April 8, 2008 at 8:55 pm (Readings) (, )

My comments to follow are in regard to a required class reading of the following: 

Paul:  Chap. 13, Themes in Digital Art–Body and Identity, pp.  165 – 174.
Wardrip Fruin: Reading #35: Donna Haraway, “A Cyborg  Manifesto,”  pp. 515- 541.

On Stelarc:  CTheory articles by Stelarc and Julie Clarke at: http://www.ctheory.net/home.aspx

This particular set of readings was all about the marriage of organic and technological, the fusion of creature and machine, the cyborg.

The selection from the Paul text, presented some very interesting in-depth explorations of the theme of “cyborg”. Of the artists covered in the reading, Stelarc is the one who really stands out. His works are extremely extensive toward the modification of the human body with prosthetic extensions. His Exoskeleton (1999) performance was one to really stir up the mixed emotions from the viewer. The coupled horrific spider-like legs below the platform on which he stood, paired with the intriguing arm extensions (all controlled by Internet activity) were very disturbing and inspiring at the same time. This really was the primal makings of a cyborg in the science-fiction-turned-reality sense!

Here’s a link to an image of Stelarc’s Exoskeleton (1999): http://www.sztuka-fabryka.be/amaze/stelarc-01.jpg

I’ll be perfectly frank about Donna Haraway’s “A Cyborg Manifesto”. I understood very little of this reading. She seemed to be caught up in the use of extremely long words to try and show her extensive vocabulary and baffle the reader into believing that she had great knowledge of the topic. I do understand that she was pairing feminist themes with the cyborg’s uni-sexual (or even non-sexual) capabilities. She seemed to be glorifying the fact that in a dystopian future, a cyborg-ruled community will be unbiased in regards to sexual influence over society’s many working elements. She talks about with the increase of time, the boundaries between animal and man, man and machine, and physical and non-physical have become thinner, blurred, and constantly breached. She foreshadows that essentially the boundaries of such things will eventually lead to the fused reality of the cyborg and the social dynamic of such a society to go along with it.

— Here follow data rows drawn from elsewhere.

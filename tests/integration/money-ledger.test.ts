// The ledger through its actions and handlers: dues plans, billing runs (idempotent), late fees,
// statements (web figures and PDF, e-mailed once), flight charges, reversals, reminders and who
// may see what. Amounts are our own arithmetic unless a source is named.
import { and, eq, sql } from "drizzle-orm";
import { beforeAll, describe, expect, it } from "vitest";
import { GET as journalApi } from "@/app/api/clubs/[club]/money/journal/route";
import { GET as statementPdf } from "@/app/api/clubs/[club]/statements/[userId]/[month]/route";
import { aircraft, duesPlans, emailOutbox, flights, journalEntries, journalLines, users } from "@/db/schema";
import { assignDuesPlan } from "@/lib/actions/money/assign-dues-plan";
import { postAdjustment } from "@/lib/actions/money/post-adjustment";
import { recordManualPayment } from "@/lib/actions/money/record-manual-payment";
import { reverseJournalEntry } from "@/lib/actions/money/reverse-entry";
import { runBilling } from "@/lib/actions/money/run-billing";
import { saveDuesPlan } from "@/lib/actions/money/save-dues-plan";
import { saveMoneySettings } from "@/lib/actions/money/save-rates";
import { sendReminders } from "@/lib/actions/money/send-dues-reminders";
import { memberArrears } from "@/db/queries/money-arrears";
import { memberBalance } from "@/db/queries/money-member-balances";
import { LedgerError } from "@/lib/money/errors";
import { postFlightCharge, reverseFlightCharge } from "@/db/queries/money-flight-charges";
import { statementFor } from "@/db/queries/money-statements";
import { EMPTY, clubBySlug, db, form, seedOnce, signInAs } from "./helpers";

const CLUB = "reedwater";
const TREASURER = "treasurer@hangarline.test";
const uid = (email: string) => db().select().from(users).where(eq(users.email, email)).get()!.id;
const club = () => clubBySlug(CLUB);
const entries = (kind: string) => Number(db().select({ n: sql<number>`count(*)` }).from(journalEntries).where(and(eq(journalEntries.clubId, club().id), sql`${journalEntries.kind} = ${kind}`)).get()!.n);
const statementMails = () => db().select().from(emailOutbox).where(eq(emailOutbox.template, "statement")).all().length;
const req = (url: string) => new Request(`http://app.test${url}`);

beforeAll(async () => {
  await seedOnce();
});

describe("dues plans and billing runs", () => {
  it("refuses a bad plan field by field and writes nothing", async () => {
    signInAs(TREASURER);
    const state = await saveDuesPlan(EMPTY, form({ club: CLUB, name: "", period: "weekly", category: "full", amount: "ninety" }));
    expect(state.ok).toBe(false);
    expect(Object.keys(state.fieldErrors).sort()).toEqual(["amount", "name", "period"]);
    expect(db().select().from(duesPlans).all()).toHaveLength(0);
  });

  it("bills a month once, prorating a member who joined in it; a second run posts nothing", async () => {
    signInAs(TREASURER);
    expect((await saveDuesPlan(EMPTY, form({ club: CLUB, name: "Full member, monthly", period: "monthly", category: "full", amount: "95.00", active: "on" }))).ok).toBe(true);
    const plan = db().select().from(duesPlans).where(eq(duesPlans.clubId, club().id)).get()!;
    for (const email of ["member@hangarline.test", "pilot2@hangarline.test"]) {
      expect((await assignDuesPlan(EMPTY, form({ club: CLUB, memberUserId: uid(email), planId: plan.id, startsOn: "2025-01-01" }))).ok).toBe(true);
    }
    // Joined 16 April: 15 of April's 30 days → 9,500 × 15 ÷ 30 = 4,750 (prorate by days, both ends counted)
    expect((await assignDuesPlan(EMPTY, form({ club: CLUB, memberUserId: uid("student@hangarline.test"), planId: plan.id, startsOn: "2025-04-16" }))).ok).toBe(true);

    const first = await runBilling(EMPTY, form({ club: CLUB, month: "2025-04" }));
    expect(first).toMatchObject({ ok: true, data: { duesPosted: 3, totalMinor: 9500 + 9500 + 4750 } });
    const again = await runBilling(EMPTY, form({ club: CLUB, month: "2025-04" }));
    expect(again).toMatchObject({ ok: true, data: { duesPosted: 0, lateFeesPosted: 0, totalMinor: 0, alreadyPosted: 3 } });
    expect(again.message).toMatch(/Nothing new/);
    expect(entries("dues")).toBe(3);
    expect(memberBalance(db(), club().id, uid("student@hangarline.test"))).toBe(4750);
  });

  it("issues last month's statements with the run, e-mailed once", async () => {
    signInAs(TREASURER);
    const before = statementMails();
    const may = await runBilling(EMPTY, form({ club: CLUB, month: "2025-05" }));
    expect(may).toMatchObject({ ok: true, data: { duesPosted: 3, statementsIssued: 3 } });
    expect(statementMails()).toBe(before + 3);
    await runBilling(EMPTY, form({ club: CLUB, month: "2025-05" }));
    expect(statementMails()).toBe(before + 3);
    const april = statementFor(db(), club().id, uid("member@hangarline.test"), "2025-04");
    expect(april).toMatchObject({ openingMinor: 0, chargesMinor: 9500, creditsMinor: 0, closingMinor: 9500 });
  });

  it("charges a late fee once to members more than the grace days past due", async () => {
    signInAs(TREASURER);
    expect((await saveMoneySettings(EMPTY, form({ club: CLUB, paymentTermsDays: "14", lateFeeFlat: "15.00", lateFeePercent: "0", fuelCreditCap: "6.60" }))).ok).toBe(true);
    // member@ pays everything; pilot2@ and student@ do not.
    const paid = await recordManualPayment(EMPTY, form({ club: CLUB, memberUserId: uid("member@hangarline.test"), method: "cheque", amount: "190.00", receivedOn: "2025-05-20", reference: "1042" }));
    expect(paid.ok).toBe(true);
    const june = await runBilling(EMPTY, form({ club: CLUB, month: "2025-06" }));
    expect(june).toMatchObject({ ok: true, data: { lateFeesPosted: 2 } });
    expect((await runBilling(EMPTY, form({ club: CLUB, month: "2025-06" }))).data).toMatchObject({ lateFeesPosted: 0 });
    expect(entries("late-fee")).toBe(2);
    const today = new Date().toISOString().slice(0, 10);
    expect(memberArrears(db(), club().id, uid("pilot2@hangarline.test"), today).inArrears).toBe(true);
    expect(memberArrears(db(), club().id, uid("member@hangarline.test"), today)).toMatchObject({ inArrears: true, balanceMinor: 9500 });
    expect(db().select().from(emailOutbox).where(and(eq(emailOutbox.toAddress, "member@hangarline.test"), eq(emailOutbox.template, "receipt"))).all()).toHaveLength(1);
  });

  it("refuses to bill a month after next", async () => {
    signInAs(TREASURER);
    const far = await runBilling(EMPTY, form({ club: CLUB, month: "2099-01" }));
    expect(far.ok).toBe(false);
    expect(far.fieldErrors.month?.[0]).toMatch(/next month at the latest/);
  });

  it("a plain member cannot run billing or post adjustments", async () => {
    signInAs("member@hangarline.test");
    expect((await runBilling(EMPTY, form({ club: CLUB, month: "2025-07" }))).message).toMatch(/treasurer/i);
    const adj = await postAdjustment(EMPTY, form({ club: CLUB, memberUserId: uid("member@hangarline.test"), direction: "credit", account: "dues-income", amount: "95", date: "2025-07-01", memo: "Free money" }));
    expect(adj.ok).toBe(false);
    expect(entries("adjustment")).toBe(0);
  });
});

describe("flight charges", () => {
  let flightId = "";
  beforeAll(() => {
    const [plane] = db().insert(aircraft).values({ clubId: club().id, registration: "N0777T", make: "Fernwhistle", model: "F160", typeGroup: "Fernwhistle F160", hourlyRateMinor: 15200 }).returning().all();
    const [flight] = db().insert(flights).values({ clubId: club().id, aircraftId: plane!.id, pilotId: uid("member@hangarline.test"), flownOn: "2025-06-12", hobbsOut: 1233.5, hobbsIn: 1234.7, tachOut: 1010.2, tachIn: 1011.2, fuelUnit: "gal", oilUnit: "qt" }).returning().all();
    flightId = flight!.id;
  });

  it("posts meter hours × the aircraft's rate less the fuel credit, once per flight", () => {
    const ctx = { club: club(), user: { id: uid(TREASURER) } };
    const before = memberBalance(db(), club().id, uid("member@hangarline.test"));
    const input = { clubId: club().id, memberUserId: uid("member@hangarline.test"), flightId, meterOut: 1233.5, meterIn: 1234.7, ratePerHourMinor: 15200, fuelCreditMinor: 4000, date: "2025-06-12", aircraftLabel: "N0777T" };
    const first = db().transaction((tx) => postFlightCharge(tx, ctx, input));
    // 1.2 h × $152.00 = $182.40 = 18,240; less a $40.00 fuel credit → 14,240 (own arithmetic)
    expect(first).toMatchObject({ posted: true, timeChargeMinor: 18240, fuelCreditMinor: 4000, netMinor: 14240 });
    expect(db().transaction((tx) => postFlightCharge(tx, ctx, input))).toMatchObject({ posted: false, entryId: first.entryId });
    expect(memberBalance(db(), club().id, uid("member@hangarline.test"))).toBe(before + 14240);
    // A corrected flight: reverse, then post the corrected meters (1.3 h × 15,200 = 19,760).
    db().transaction((tx) => reverseFlightCharge(tx, ctx, flightId));
    const fixed = db().transaction((tx) => postFlightCharge(tx, ctx, { ...input, meterIn: 1234.8, fuelCreditMinor: 0 }));
    expect(fixed).toMatchObject({ posted: true, netMinor: 19760 });
    expect(memberBalance(db(), club().id, uid("member@hangarline.test"))).toBe(before + 19760);
  });

  it("refuses a stranger's account, another club's flight and meters that run backwards", () => {
    const ctx = { club: club(), user: null };
    const base = { clubId: club().id, memberUserId: uid("cottonwood.pilot@hangarline.test"), flightId: "f-x", meterOut: 10, meterIn: 11, ratePerHourMinor: 100, date: "2025-06-12" };
    expect(() => db().transaction((tx) => postFlightCharge(tx, ctx, base))).toThrow(LedgerError);
    expect(() => db().transaction((tx) => postFlightCharge(tx, ctx, { ...base, clubId: clubBySlug("cottonwood-flyers").id }))).toThrow(/another club/);
    expect(() => db().transaction((tx) => postFlightCharge(tx, ctx, { ...base, memberUserId: uid("member@hangarline.test"), meterIn: 9 }))).toThrow(RangeError);
  });
});

describe("corrections, reminders and the books as a whole", () => {
  it("reverses an entry once with a reversing entry, and never edits a posted one", async () => {
    signInAs(TREASURER);
    expect((await postAdjustment(EMPTY, form({ club: CLUB, memberUserId: uid("pilot2@hangarline.test"), direction: "charge", account: "flight-income", amount: "50", date: "2025-06-20", memo: "Wrong aircraft" }))).ok).toBe(true);
    const wrong = db().select().from(journalEntries).where(and(eq(journalEntries.clubId, club().id), eq(journalEntries.memo, "Wrong aircraft"))).get()!;
    expect((await reverseJournalEntry(EMPTY, form({ club: CLUB, entryId: wrong.id }))).ok).toBe(true);
    const twice = await reverseJournalEntry(EMPTY, form({ club: CLUB, entryId: wrong.id }));
    expect(twice).toMatchObject({ ok: false, message: "This entry has already been reversed." });
    expect(() => db().update(journalLines).set({ debitMinor: 1 }).where(eq(journalLines.entryId, wrong.id)).run()).toThrow(/never edited/);
    expect(() => db().delete(journalEntries).where(eq(journalEntries.id, wrong.id)).run()).toThrow(/never deleted/);
  });

  it("sends dues reminders to members past due, at most once a day", async () => {
    signInAs(TREASURER);
    const first = await sendReminders(EMPTY, form({ club: CLUB }));
    expect(first.message).toMatch(/^3 reminders queued/);
    expect((await sendReminders(EMPTY, form({ club: CLUB }))).message).toMatch(/Nobody to remind/);
    expect(db().select().from(emailOutbox).where(eq(emailOutbox.template, "dues-reminder")).all()).toHaveLength(3);
  });

  it("every entry in the database balances and has at least two lines", () => {
    const bad = db()
      .select({ entryId: journalLines.entryId })
      .from(journalLines)
      .groupBy(journalLines.entryId)
      .having(sql`sum(${journalLines.debitMinor}) <> sum(${journalLines.creditMinor}) or count(*) < 2`)
      .all();
    expect(bad).toEqual([]);
    const lineless = db().select({ id: journalEntries.id }).from(journalEntries).where(sql`not exists (select 1 from journal_lines l where l.entry_id = ${journalEntries.id})`).all();
    expect(lineless).toEqual([]);
    expect(Number(db().select({ n: sql<number>`count(*)` }).from(journalEntries).get()!.n)).toBeGreaterThan(10);
  });
});

describe("who may see money", () => {
  const pdf = (viewerSlug: string, userEmail: string, month = "2025-05") => statementPdf(req(`/api/clubs/${viewerSlug}/statements/x/${month}`), { params: Promise.resolve({ club: viewerSlug, userId: uid(userEmail), month }) });

  it("a member reads their own statement PDF but not another member's", async () => {
    signInAs("member@hangarline.test");
    const own = await pdf(CLUB, "member@hangarline.test");
    expect(own.status).toBe(200);
    expect(own.headers.get("content-type")).toBe("application/pdf");
    expect(Buffer.from(await own.arrayBuffer()).subarray(0, 5).toString()).toBe("%PDF-");
    const other = await pdf(CLUB, "pilot2@hangarline.test");
    expect(other.status).toBe(404);
    expect(await other.json()).toMatchObject({ error: { code: "not_found" } });
  });

  it("the treasurer reads any member's statement; a bad month is a 400", async () => {
    signInAs(TREASURER);
    expect((await pdf(CLUB, "pilot2@hangarline.test")).status).toBe(200);
    expect((await pdf(CLUB, "pilot2@hangarline.test", "2025-13")).status).toBe(400);
  });

  it("another club's ledger is a 404, and roles without money get 403", async () => {
    const journal = (slug: string, query = "") => journalApi(req(`/api/clubs/${slug}/money/journal${query}`), { params: Promise.resolve({ club: slug }) });
    signInAs(TREASURER);
    const own = await journal(CLUB);
    expect(own.status).toBe(200);
    expect(((await own.json()) as { entries: unknown[] }).entries.length).toBeGreaterThan(5);
    expect((await journal("cottonwood-flyers")).status).toBe(404);
    const csv = await journal(CLUB, "?format=csv");
    expect(csv.headers.get("content-type")).toMatch(/text\/csv/);
    expect((await csv.text()).split("\r\n")[0]).toBe("Date,Entry,Kind,Memo,Reference,Account code,Account,Debit,Credit,Currency");
    signInAs("maintenance@hangarline.test");
    expect((await journal(CLUB)).status).toBe(403);
    signInAs("member@hangarline.test");
    expect((await journal(CLUB)).status).toBe(403);
    signInAs(null);
    expect((await journal(CLUB)).status).toBe(401);
  });
});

The third reading further explored the studies of Stelarc. One of his more current projects investigated the possibilities of a prosthetic head rather than his earlier prosthetic bodies. Granted, it was only a virtual prosthetic head, not a concrete one – it showed that without a consciousness behind the face, there could still be all the functions, however it lacked the inner pathos of imagination, creativity, and emotion.

For those of you who are unfamiliar with Stelarc’s work, I’ve provided a link to a video presention on some of his artistic endeavors regarding the “posthuman”, the existence beyond that of a normal human, something that greatly resembles the science fiction cyborg:

These readings make me wonder, how far off are we from an actual society where cyborgs (like the ones formerly dreamed up in science fiction) are a part of every day life… It’s quite disturbing, to say the least…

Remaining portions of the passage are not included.